Proposta Kelman - Daí a importância do anteprojeto de lei apresentado pelo diretor-geral da Agência Nacional de Energia Elétrica, Jerson Kelman, modificando o sistema de licenciamento para projetos de energia elétrica.

Resumindo, a idéia é atribuir ao Conselho de Defesa Nacional, órgão que assessora o presidente da República, a definição dos projetos considerados de interesse estratégico nacional. Esses projetos teriam estudos de impacto ambiental feitos só pelo Ibama (excluindo-se os órgãos estaduais e municipais) e, assim instruídos, subiriam à decisão do presidente da República.
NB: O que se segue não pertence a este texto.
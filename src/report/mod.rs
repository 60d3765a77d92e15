//! Output people can use: the terminal table, JSON with the design's figure
//! names, long-format CSV, and atomic file writing. Reads a finished
//! [`Outcome`]; must not run the engine.

pub mod chart;
pub mod charts;
pub mod html;

use crate::experiment::Outcome;
use crate::scenario::{Arrivals, Model, Queue, Replications};
use crate::stats::{self, Estimate, Figure, FigureId, Scope};
use crate::units::{format_duration, format_share, trim_float};
use serde_json::{Map, Value, json};
use std::collections::HashMap;
use std::io::Write;
use std::path::Path;

pub use crate::textbook::{Formula, formula_column, formula_view};

/// The caution printed under every report.
pub const CAUTION: &str = "Estimates under the stated model assumptions, not guarantees. \
Where the design carries emergency or life-safety calls, keep margin, validate against \
measured traffic, and defer to local regulation and licensed practice.";

/// Everything a report needs.
pub struct RunReport<'a> {
    /// The model that was run.
    pub model: &'a Model,
    /// Its results.
    pub outcome: &'a Outcome,
    /// The scenario file, as the user named it.
    pub file: &'a str,
    /// Closed-form values beside the estimates.
    pub formulas: HashMap<FigureId, Formula>,
}

impl<'a> RunReport<'a> {
    /// Assemble a report, computing the formula column.
    pub fn new(model: &'a Model, outcome: &'a Outcome, file: &'a str) -> Self {
        RunReport {
            model,
            outcome,
            file,
            formulas: formula_column(model),
        }
    }
}

/// How a figure is printed: its unit ([`Figure::unit`]).
pub(crate) use crate::stats::Unit as Kind;

fn fmt_value(k: Kind, x: f64) -> String {
    if x.is_nan() {
        return "-".into();
    }
    match k {
        Kind::Share => format_share(x),
        Kind::Erlangs => format!("{} E", trim_float(x, 3)),
        Kind::Seconds => format!("{} s", trim_float(x, 2)),
        Kind::Count => trim_float(x, 1),
        Kind::Ratio => trim_float(x, 3),
    }
}

fn fmt_bare(k: Kind, x: f64) -> String {
    match k {
        Kind::Share => format_share(x),
        Kind::Erlangs => trim_float(x, 3),
        Kind::Seconds => trim_float(x, 2),
        Kind::Count => trim_float(x, 1),
        Kind::Ratio => trim_float(x, 3),
    }
}

/// The interval beside an estimate: "± h" when it is symmetric, otherwise
/// its two ends (cut to the figure's range, or widened by an exact bound
/// for rare events): "[0% to 0.031%]".
fn fmt_interval(k: Kind, e: &Estimate) -> String {
    if !e.half_width.is_finite() || !e.low.is_finite() || !e.high.is_finite() {
        return "± ?".into();
    }
    if e.is_symmetric() {
        format!("± {}", fmt_bare(k, e.half_width))
    } else {
        format!("[{} to {}]", fmt_bare(k, e.low), fmt_bare(k, e.high))
    }
}

fn estimate_json(e: &Estimate, figure: Option<Figure>, formula: Option<&Formula>) -> Value {
    let mut m = Map::new();
    m.insert("mean".into(), json!(finite_or_null(e.mean)));
    m.insert("half_width".into(), json!(finite_or_null(e.half_width)));
    m.insert("low".into(), json!(finite_or_null(e.low)));
    m.insert("high".into(), json!(finite_or_null(e.high)));
    m.insert("replications".into(), json!(e.replications));
    if let Some(f) = figure {
        m.insert("estimator".into(), json!(f.estimator().name()));
    }
    if let Some(f) = formula {
        m.insert(
            "formula".into(),
            json!({ "name": f.name, "value": finite_or_null(f.value) }),
        );
    }
    Value::Object(m)
}

fn finite_or_null(x: f64) -> Option<f64> {
    x.is_finite().then_some(x)
}

/// How the warm-up was chosen and how replications start, for the run line.
fn warmup_origin(model: &Model) -> &'static str {
    match (model.plan.warmup_given, model.plan.start) {
        (false, crate::scenario::Start::Steady) => " (derived from the laws), steady start",
        (false, crate::scenario::Start::Empty) => " (derived from the laws), empty start",
        (true, crate::scenario::Start::Steady) => ", steady start",
        (true, crate::scenario::Start::Empty) => ", empty start",
    }
}

/// Describe how the run was made, in one line.
fn run_line(r: &RunReport) -> String {
    let p = &r.model.plan;
    let mut s = format!(
        "{} replications of {} measured after {} warm-up{}, seed {}",
        r.outcome.replications,
        format_duration(p.length_s),
        format_duration(p.warmup_s),
        warmup_origin(r.model),
        p.seed
    );
    if let Some(pr) = r.outcome.precision {
        s.push_str(&format!(
            "; precision goal {} {} (worst key figure {})",
            format_share(pr.target),
            if pr.met {
                "met"
            } else {
                "NOT met: replication cap reached"
            },
            format_share(pr.achieved)
        ));
    }
    s
}

/// The figures of one scope as a JSON object, with the owner's name.
fn take_named(
    by_scope: &mut HashMap<Scope, Map<String, Value>>,
    scope: Scope,
    name: &str,
) -> Map<String, Value> {
    let mut m = by_scope.remove(&scope).unwrap_or_default();
    m.insert("name".into(), json!(name));
    m
}

/// The JSON document of a run.
pub fn to_json(r: &RunReport) -> Value {
    let model = r.model;
    let o = r.outcome;
    let mut by_scope: HashMap<Scope, Map<String, Value>> = HashMap::new();
    for (i, f) in o.layout.iter().enumerate() {
        by_scope.entry(f.scope).or_default().insert(
            f.name().to_string(),
            estimate_json(&o.estimates[i], Some(f.figure), r.formulas.get(f)),
        );
    }
    let streams: Vec<Value> = (model.streams.iter().enumerate())
        .map(|(s, st)| Value::Object(take_named(&mut by_scope, Scope::Stream(s), &st.name)))
        .collect();
    let groups: Vec<Value> = (model.groups.iter().enumerate())
        .map(|(g, gr)| {
            let mut m = take_named(&mut by_scope, Scope::Group(g), &gr.name);
            m.insert("servers".into(), json!(gr.servers));
            Value::Object(m)
        })
        .collect();
    let mut doc = json!({
        "scenario": model.title,
        "file": r.file,
        "version": env!("CARGO_PKG_VERSION"),
        "seed": model.plan.seed,
        "replications": o.replications,
        "warmup_s": model.plan.warmup_s,
        "warmup_derived": !model.plan.warmup_given,
        "start": match model.plan.start {
            crate::scenario::Start::Steady => "steady",
            crate::scenario::Start::Empty => "empty",
        },
        "length_s": model.plan.length_s,
        "partial": o.partial,
        "streams": streams,
        "groups": groups,
    });
    if let Some(p) = o.precision {
        doc["precision"] =
            json!({ "target": p.target, "achieved": finite_or_null(p.achieved), "met": p.met });
    }
    let bins = model.plan.interval_count();
    if bins > 0 {
        let width = model.plan.interval_s.unwrap_or(model.plan.length_s);
        let intervals: Vec<Value> = (0..bins)
            .map(|b| {
                let streams: Vec<Value> = (model.streams.iter().enumerate())
                    .map(|(s, st)| {
                        Value::Object(take_named(
                            &mut by_scope,
                            Scope::StreamInterval(b, s),
                            &st.name,
                        ))
                    })
                    .collect();
                let groups: Vec<Value> = (model.groups.iter().enumerate())
                    .map(|(g, gr)| {
                        Value::Object(take_named(
                            &mut by_scope,
                            Scope::GroupInterval(b, g),
                            &gr.name,
                        ))
                    })
                    .collect();
                json!({
                    "start_s": b as f64 * width,
                    "end_s": b as f64 * width + stats::interval_length(model, b),
                    "streams": streams,
                    "groups": groups,
                })
            })
            .collect();
        doc["intervals"] = Value::Array(intervals);
        if let Some(w) = worst_interval(r) {
            doc["worst_interval"] = json!(w);
        }
    }
    doc["warnings"] = json!(
        r.outcome
            .warnings
            .iter()
            .map(|w| w.to_string())
            .collect::<Vec<_>>()
    );
    doc["caution"] = json!(CAUTION);
    doc
}

/// The interval with the highest loss of any stream (ties: the highest time
/// congestion of any group); None without intervals.
pub fn worst_interval(r: &RunReport) -> Option<usize> {
    let bins = r.model.plan.interval_count();
    if bins == 0 {
        return None;
    }
    let mut score = vec![(0.0f64, 0.0f64); bins];
    for (i, f) in r.outcome.layout.iter().enumerate() {
        let m = r.outcome.estimates[i].mean;
        if m.is_nan() {
            continue;
        }
        match (f.scope, f.figure) {
            (Scope::StreamInterval(b, _), Figure::Loss) => score[b].0 = score[b].0.max(m),
            (Scope::GroupInterval(b, _), Figure::TimeCongestion) => score[b].1 = score[b].1.max(m),
            _ => {}
        }
    }
    (0..bins).max_by(|&a, &b| {
        score[a]
            .partial_cmp(&score[b])
            .unwrap_or(std::cmp::Ordering::Equal)
            .then(b.cmp(&a))
    })
}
Ele, então, poderia baixar decreto incluindo projetos no programa nacional e dispensando-os de licença ambiental, entendendo-se que os estudos do Ibama serviriam para orientar eventuais compensações.

A idéia básica, diz Kelman, é 'evitar que projetos que tragam benefícios para a maioria da população possam ser bloqueados pela ação de minorias' - como é exatamente o caso dos bagres dos índios do Xingu.

Isso sim pode ser uma solução para o 'bagrão'.

Aeroportos privados - Leitores corrigem, esclarecem e acrescentam informações a respeito da coluna da semana passada, Aeroportos privados, qual o problema?

Frank Sarnighausen, de São Carlos (SP), informa que o Aeroporto de Lima (Jorge Chávez), no Peru, foi privatizado, totalmente reformado, aumentado e modernizado, sendo hoje um dos melhores terminais da região. E será construído outro aeroporto. Vencedora da licitação: a alemã Frankfurt Airport.

Roberto da Rocha Azevedo e Julian White lembram que Londres tem cinco, e não três, aeroportos. Os cinco dividem vôos locais e internacionais, com companhias de tarifas mais baratas operando fora de Heathrow.

White observa que Heathrow, alvo de tantas reclamações de ingleses, não é assim tão ruim. Diz que um novo terminal vai acrescentar 10 milhões de passageiros por ano (pouco menos do que o total de Cumbica) e, aparentemente, será ultramoderno. O prédio, visto a distância, parece enorme. A maioria dos passageiros ainda prefere Heathrow, que pode não ser maravilhoso, mas é muitíssimo melhor do que Cumbica, por exemplo.

Na opinião de White, 'aeroporto ruim mesmo, dos piores do mundo, é o Charles de Gaulle, de Paris, estatal. Entre muitos problemas, para ir de um terminal a outro é necessário tomar o ônibus (navette) por fora, o que pode levar até 40 minutos'.

Mas muitos viajantes dizem que nenhum supera os aeroportos da Rússia em ruindade. São estatais.